There is no obvious reason or evidence that the differentiation
of xcall of single recipient from that of multiple recipients
can exploit noticeable performance gaining. If something can be
optimized on this matter, it might be from the interrupt level
which has been already addressed by arch_send_call_function_single_ipi()
and arch_send_call_function_ipi_mask(). In fact, both have been
taken in to account from smp_call_function_many_cond().

So, it is appropriate to make this change as part of the cross
call interface.

Signed-off-by: Donghai Qiao <[email protected]>
---
v1 -> v2: removed 'x' from the function names and change XCALL to SMP_CALL from the new macros

kernel/smp.c | 74 ++++++++++++++++++----------------------------------
1 file changed, 25 insertions(+), 49 deletions(-)

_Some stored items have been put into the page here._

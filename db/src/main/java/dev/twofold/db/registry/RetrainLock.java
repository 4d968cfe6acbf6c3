package dev.twofold.db.registry;

import com.zaxxer.hikari.HikariDataSource;
import dev.twofold.db.DatabaseFailureException;
import dev.twofold.db.DatabaseUnavailableException;
import dev.twofold.db.connect.Database;
import dev.twofold.db.internal.SqlFailures;
import java.io.IOException;
import java.nio.charset.StandardCharsets;
import java.nio.file.Files;
import java.nio.file.Path;
import java.sql.Connection;
import java.sql.PreparedStatement;
import java.sql.ResultSet;
import java.sql.SQLException;
import java.sql.Statement;
import java.time.Instant;
import java.time.OffsetDateTime;
import java.util.Locale;

/**
 * The retrain lock: at most one retrain runs against a database at a time.
 *
 * <p>It is a session-level PostgreSQL advisory lock ({@code pg_try_advisory_lock(}{@value #KEY}{@code )})
 * taken on a connection that is set aside from the pool for the whole run. PostgreSQL drops it when
 * that session ends, however the trainer ends — an exception, SIGTERM or kill -9 (the kernel closes
 * the socket and the server ends the session) — so a dead trainer never blocks the next one.
 * Advisory locks are per database: trainers of different Twofold databases on one server do not meet.
 *
 * <p>A second trainer does not wait: {@link #acquire} fails at once with a
 * {@link RetrainLockedException} (exit 75) that names the holder from the {@code retrain_holder} row
 * the holder wrote, checked against {@code pg_locks} (a row left by a dead trainer is never believed),
 * else from {@code pg_stat_activity}, where the lock session's {@code application_name} reads
 * {@code twofold train PID@HOST}.
 *
 * <p>{@link #close()} releases the lock by closing the set-aside connection for good (it never goes
 * back to the pool with a lock on it). Safe to call twice.
 */
public final class RetrainLock implements AutoCloseable {

    /** The advisory lock key: "twofol!" in ASCII; classid 0x74776f66, objid 0x6f6c6421 in {@code pg_locks}. */
    public static final long KEY = 0x7477_6f66_6f6c_6421L;
    /** PostgreSQL truncates {@code application_name} to 63 bytes. */
    static final int MAX_APPLICATION_NAME = 63;

    private static final String HELD_BY_KEY = "l.locktype = 'advisory' and l.granted and l.objsubid = 1"
            + " and l.classid = " + (KEY >>> 32) + " and l.objid = " + (KEY & 0xffff_ffffL)
            + " and l.database = (select oid from pg_database where datname = current_database())";

    private final Database database;
    private final Connection connection;
    private final Holder holder;
    private boolean closed;

    private RetrainLock(Database database, Connection connection, Holder holder) {
        this.database = database;
        this.connection = connection;
        this.holder = holder;
    }

    /**
     * Who holds (or held) the lock.
     *
     * @param host            the trainer's host name, or null when only PostgreSQL's view is known
     * @param processId       the trainer's process id, or 0 when unknown
     * @param command         what it runs, or null
     * @param since           when it took the lock (or, when unknown, when its session started)
     * @param backendPid      the PostgreSQL session holding it
     * @param applicationName that session's application name
     * @param clientAddress   that session's client address, or null (local socket or not visible)
     */
    public record Holder(String host, long processId, String command, Instant since, int backendPid,
            String applicationName, String clientAddress) {

        /** "twofold train on host h (process 123), holding it since 2026-12-01T02:00:00Z, PostgreSQL session 4567". */
        public String describe() {
            StringBuilder s = new StringBuilder();
            if (host != null) {
                s.append(command).append(" on host ").append(host).append(" (process ").append(processId).append(')');
            } else {
                s.append("PostgreSQL session application '").append(applicationName).append('\'');
                if (clientAddress != null) {
                    s.append(" from ").append(clientAddress);
                }
            }
            if (since != null) {
                s.append(host != null ? ", holding it since " : ", connected since ").append(since);
            }
            s.append(", PostgreSQL session ").append(backendPid);
            return s.toString();
        }
    }

    /**
     * Takes the lock or fails at once.
     *
     * @param command what the holder runs, shown to whoever finds the lock taken (e.g. {@code twofold train})
     * @throws RetrainLockedException when another session holds it
     * @throws DatabaseUnavailableException when the database cannot be reached
     */
    public static RetrainLock acquire(Database database, String command) {
        String host = hostName();
        long pid = ProcessHandle.current().pid();
        Connection c = null;
        try {
            c = database.dataSource().getConnection();
            c.setAutoCommit(true);
            try (PreparedStatement ps = c.prepareStatement("select set_config('application_name', ?, false)")) {
                ps.setString(1, applicationName(command, pid, host));
                ps.executeQuery().close();
            }
            boolean locked;
            try (Statement s = c.createStatement(); ResultSet rs = s.executeQuery("select pg_try_advisory_lock(" + KEY + ")")) {
                rs.next();
                locked = rs.getBoolean(1);
            }
            if (!locked) {
                Holder other = findHolder(c);
                throw new RetrainLockedException(other == null
                        ? "another retrain held the retrain lock a moment ago; run again"
                        : "another retrain is running: " + other.describe()
                                + "; this one stopped without changing anything (retrains never overlap; try again when it has finished)",
                        other);
            }
            Instant since;
            try (PreparedStatement ps = c.prepareStatement("insert into retrain_holder (singleton, backend_pid, host, process_id,"
                    + " command, started_at) values (true, pg_backend_pid(), ?, ?, ?, now())"
                    + " on conflict (singleton) do update set backend_pid = excluded.backend_pid, host = excluded.host,"
                    + " process_id = excluded.process_id, command = excluded.command, started_at = excluded.started_at"
                    + " returning backend_pid, started_at")) {
                ps.setString(1, host);
                ps.setLong(2, pid);
                ps.setString(3, command);
                try (ResultSet rs = ps.executeQuery()) {
                    rs.next();
                    since = rs.getObject(2, OffsetDateTime.class).toInstant();
                    RetrainLock lock = new RetrainLock(database, c, new Holder(host, pid, command, since, rs.getInt(1),
                            applicationName(command, pid, host), null));
                    c = null; // owned by the lock now
                    return lock;
                }
            }
        } catch (SQLException e) {
            throw SqlFailures.translate(e, "taking the retrain lock", database.description());
        } finally {
            if (c != null) {
                discard(database, c);
            }
        }
    }

    /** This holder, as others see it. */
    public Holder holder() {
        return holder;
    }

    /**
     * Checks that the lock is still held (its session is alive): called before anything that must
     * happen only under the lock, such as failing orphaned versions or moving the active pointer.
     *
     * @throws DatabaseUnavailableException when the lock session was lost
     */
    public void verifyHeld() {
        boolean held;
        try (Statement s = connection.createStatement();
             ResultSet rs = s.executeQuery("select count(*) from pg_locks l where l.pid = pg_backend_pid() and " + HELD_BY_KEY)) {
            rs.next();
            held = rs.getLong(1) == 1;
        } catch (SQLException e) {
            throw new DatabaseUnavailableException("lost the session holding the retrain lock on " + database.description()
                    + ": " + e.getMessage() + "; another retrain may have started, so this one stops here", e);
        }
        if (!held) {
            throw new DatabaseFailureException("the session of this retrain no longer holds the retrain lock on "
                    + database.description() + "; another retrain may have started, so this one stops here");
        }
    }

    /** Releases the lock: removes the holder row and ends the session. Safe to call twice. */
    @Override
    public void close() {
        if (closed) {
            return;
        }
        closed = true;
        try (Statement s = connection.createStatement()) {
            s.executeUpdate("delete from retrain_holder where backend_pid = pg_backend_pid()");
            s.execute("select pg_advisory_unlock(" + KEY + ")");
        } catch (SQLException e) {
            // the session is going away below, and its lock with it
        }
        discard(database, connection);
    }

    private static Holder findHolder(Connection c) throws SQLException {
        try (Statement s = c.createStatement(); ResultSet rs = s.executeQuery(
                "select l.pid, a.application_name, host(a.client_addr), a.backend_start, h.host, h.process_id, h.command, h.started_at"
                        + " from pg_locks l left join pg_stat_activity a on a.pid = l.pid"
                        + " left join retrain_holder h on h.backend_pid = l.pid where " + HELD_BY_KEY)) {
            if (!rs.next()) {
                return null;
            }
            OffsetDateTime sessionStart = rs.getObject(4, OffsetDateTime.class);
            OffsetDateTime lockedSince = rs.getObject(8, OffsetDateTime.class);
            String host = rs.getString(5);
            OffsetDateTime since = host != null ? lockedSince : sessionStart;
            return new Holder(host, rs.getLong(6), rs.getString(7), since == null ? null : since.toInstant(), rs.getInt(1),
                    rs.getString(2), rs.getString(3));
        }
    }

    /** Ends the connection's session instead of returning it to the pool, so no lock or setting outlives the run. */
    private static void discard(Database database, Connection c) {
        if (database.dataSource() instanceof HikariDataSource pool) {
            pool.evictConnection(c);
            return;
        }
        try {
            c.close();
        } catch (SQLException ignored) {
            // already broken
        }
    }

    static String applicationName(String command, long pid, String host) {
        String name = String.format(Locale.ROOT, "%s %d@%s", command, pid, host);
        return name.length() <= MAX_APPLICATION_NAME ? name : name.substring(0, MAX_APPLICATION_NAME);
    }

    /** The kernel's host name (no name lookup on the network), else {@code HOSTNAME}, else "unknown-host". */
    private static String hostName() {
        try {
            String name = Files.readString(Path.of("/proc/sys/kernel/hostname"), StandardCharsets.US_ASCII).trim();
            if (!name.isEmpty()) {
                return name;
            }
        } catch (IOException | RuntimeException e) {
            // not Linux: fall back
        }
        String env = System.getenv("HOSTNAME");
        return env != null && !env.isBlank() ? env.trim() : "unknown-host";
    }
}
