package dev.twofold.db.registry;

import dev.twofold.db.TwofoldException;

/** No model version has the given id. */
public final class UnknownModelException extends TwofoldException {
    private final long modelId;

    public UnknownModelException(long modelId) {
        super("there is no model " + modelId + "; 'twofold models list' shows the versions");
        this.modelId = modelId;
    }

    public long modelId() {
        return modelId;
    }

    @Override
    public int exitCode() {
        return EXIT_DATA_ERROR;
    }
}
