package dev.twofold.db.registry;

import dev.twofold.db.ConfigurationException;
import java.util.Map;

/**
 * How many model versions to keep: the {@code keep} newest, plus always the active one and the one
 * a rollback returns to (see {@link ModelRegistry#retain}). Every train applies it after it has
 * stored its version.
 *
 * @param keep newest versions kept, {@value #MIN_KEEP}..{@value #MAX_KEEP}
 */
public record Retention(int keep) {

    /** The variable that sets {@code keep} for every train (the {@code --keep} option overrides it). */
    public static final String ENV_KEEP = "TWOFOLD_KEEP_MODELS";
    public static final int DEFAULT_KEEP = 10;
    public static final int MIN_KEEP = 1;
    public static final int MAX_KEEP = 10_000;

    public Retention {
        if (keep < MIN_KEEP || keep > MAX_KEEP) {
            throw new IllegalArgumentException("keep " + keep + " outside " + MIN_KEEP + ".." + MAX_KEEP);
        }
    }

    public static Retention defaults() {
        return new Retention(DEFAULT_KEEP);
    }

    /**
     * {@value #ENV_KEEP} when set, else the default.
     *
     * @throws ConfigurationException naming the variable, its value and the allowed range
     */
    public static Retention fromEnvironment(Map<String, String> env) {
        String raw = env.get(ENV_KEEP);
        if (raw == null || raw.isBlank()) {
            return defaults();
        }
        String allowed = "; allowed " + MIN_KEEP + ".." + MAX_KEEP + " (default " + DEFAULT_KEEP + ")";
        int keep;
        try {
            keep = Integer.parseInt(raw.trim());
        } catch (NumberFormatException e) {
            throw new ConfigurationException(ENV_KEEP + "=" + raw + " is not a whole number" + allowed);
        }
        if (keep < MIN_KEEP || keep > MAX_KEEP) {
            throw new ConfigurationException(ENV_KEEP + "=" + raw + " is outside the allowed range" + allowed);
        }
        return new Retention(keep);
    }
}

diff --git a/kernel/smp.c b/kernel/smp.c
index 22e8f2bd770b..8998b97d5f72 100644
--- a/kernel/smp.c
+++ b/kernel/smp.c
@@ -399,8 +399,6 @@ static __always_inline void csd_unlock(struct __call_single_data *csd)
smp_store_release(&csd->node.u_flags, 0);
}

-static DEFINE_PER_CPU_SHARED_ALIGNED(call_single_data_t, csd_data);
-
void __smp_call_single_queue(int cpu, struct llist_node *node)
{
#ifdef CONFIG_CSD_LOCK_WAIT_DEBUG
@@ -634,6 +632,9 @@ void flush_smp_call_function_from_idle(void)
}

/*
+ * This is a temporarily hook up. This function will be eliminated
+ * with the last patch in this series.
+ *
* smp_call_function_single - Run a function on a specific CPU
* @func: The function to run. This must be fast and non-blocking.
* @info: An arbitrary pointer to pass to the function.
@@ -642,59 +643,21 @@ void flush_smp_call_function_from_idle(void)
* Returns 0 on success, else a negative status code.
*/
int smp_call_function_single(int cpu, smp_call_func_t func, void *info,
- int wait)
+ int wait)
{
- call_single_data_t *csd;
- call_single_data_t csd_stack = {
- .node = { .u_flags = CSD_FLAG_LOCK | CSD_TYPE_SYNC, },
- };
- int this_cpu;
- int err;
-
- /*
- * prevent preemption and reschedule on another processor,
- * as well as CPU removal
- */
- this_cpu = get_cpu();
-
- /*
- * Can deadlock when called with interrupts disabled.
- * We allow cpu's that are not yet online though, as no one else can
- * send smp call function interrupt to this cpu and as such deadlocks
- * can't happen.
- */
- WARN_ON_ONCE(cpu_online(this_cpu) && irqs_disabled()
- && !oops_in_progress);
-
- /*
- * When @wait we can deadlock when we interrupt between llist_add() and
- * arch_send_call_function_ipi*(); when !@wait we can deadlock due to
- * csd_lock() on because the interrupt context uses the same csd
- * storage.
- */
- WARN_ON_ONCE(!in_task());
-
- csd = &csd_stack;
- if (!wait) {
- csd = this_cpu_ptr(&csd_data);
- csd_lock(csd);
- }
-
- csd->func = func;
- csd->info = info;
-#ifdef CONFIG_CSD_LOCK_WAIT_DEBUG
- csd->node.src = smp_processor_id();
- csd->node.dst = cpu;
-#endif
+ unsigned int flags = 0;

- err = generic_exec_single(cpu, csd);
+ if ((unsigned int)cpu >= nr_cpu_ids || !cpu_online(cpu))
+ return -ENXIO;

if (wait)
- csd_lock_wait(csd);
+ flags = SMP_CALL_TYPE_SYNC;
+ else
+ flags = SMP_CALL_TYPE_ASYNC;

- put_cpu();
+ smp_call(cpu, func, info, flags);

- return err;
+ return 0;
}
EXPORT_SYMBOL(smp_call_function_single);

@@ -1159,6 +1122,19 @@ void __smp_call_mask_cond(const struct cpumask *mask,
smp_cond_func_t cond_func,
unsigned int flags)
{
+ bool wait = false;
+
+ if (flags == SMP_CALL_TYPE_SYNC)
+ wait = true;
+
+ preempt_disable();
+
+ /*
+ * This is temporarily hook. The function smp_call_function_many_cond()
+ * will be inlined here with the last patch in this series.
+ */
+ smp_call_function_many_cond(mask, func, info, wait, cond_func);
+ preempt_enable();
}

/*
--
2.27.0


2022-04-25 11:13:54

by Peter Zijlstra

[permalink] [raw]
Subject: Re: [PATCH v2 04/11] smp: replace smp_call_function_single() with smp_call()

On Fri, Apr 22, 2022 at 04:00:33PM -0400, Donghai Qiao wrote:
> Eliminated the percpu global csd_data and temporarily hook up
> to smp_call().
>
> There is no obvious reason or evidence that the differentiation

Using the on-stack csd seems like an obvious benefit to me. Stack is
often cache-hot, while the percpu stuff is likely a cache-miss. Worse,
the call_function_data as used by the mask functions is likely a double
miss due to the O(n^2) nature of the thing.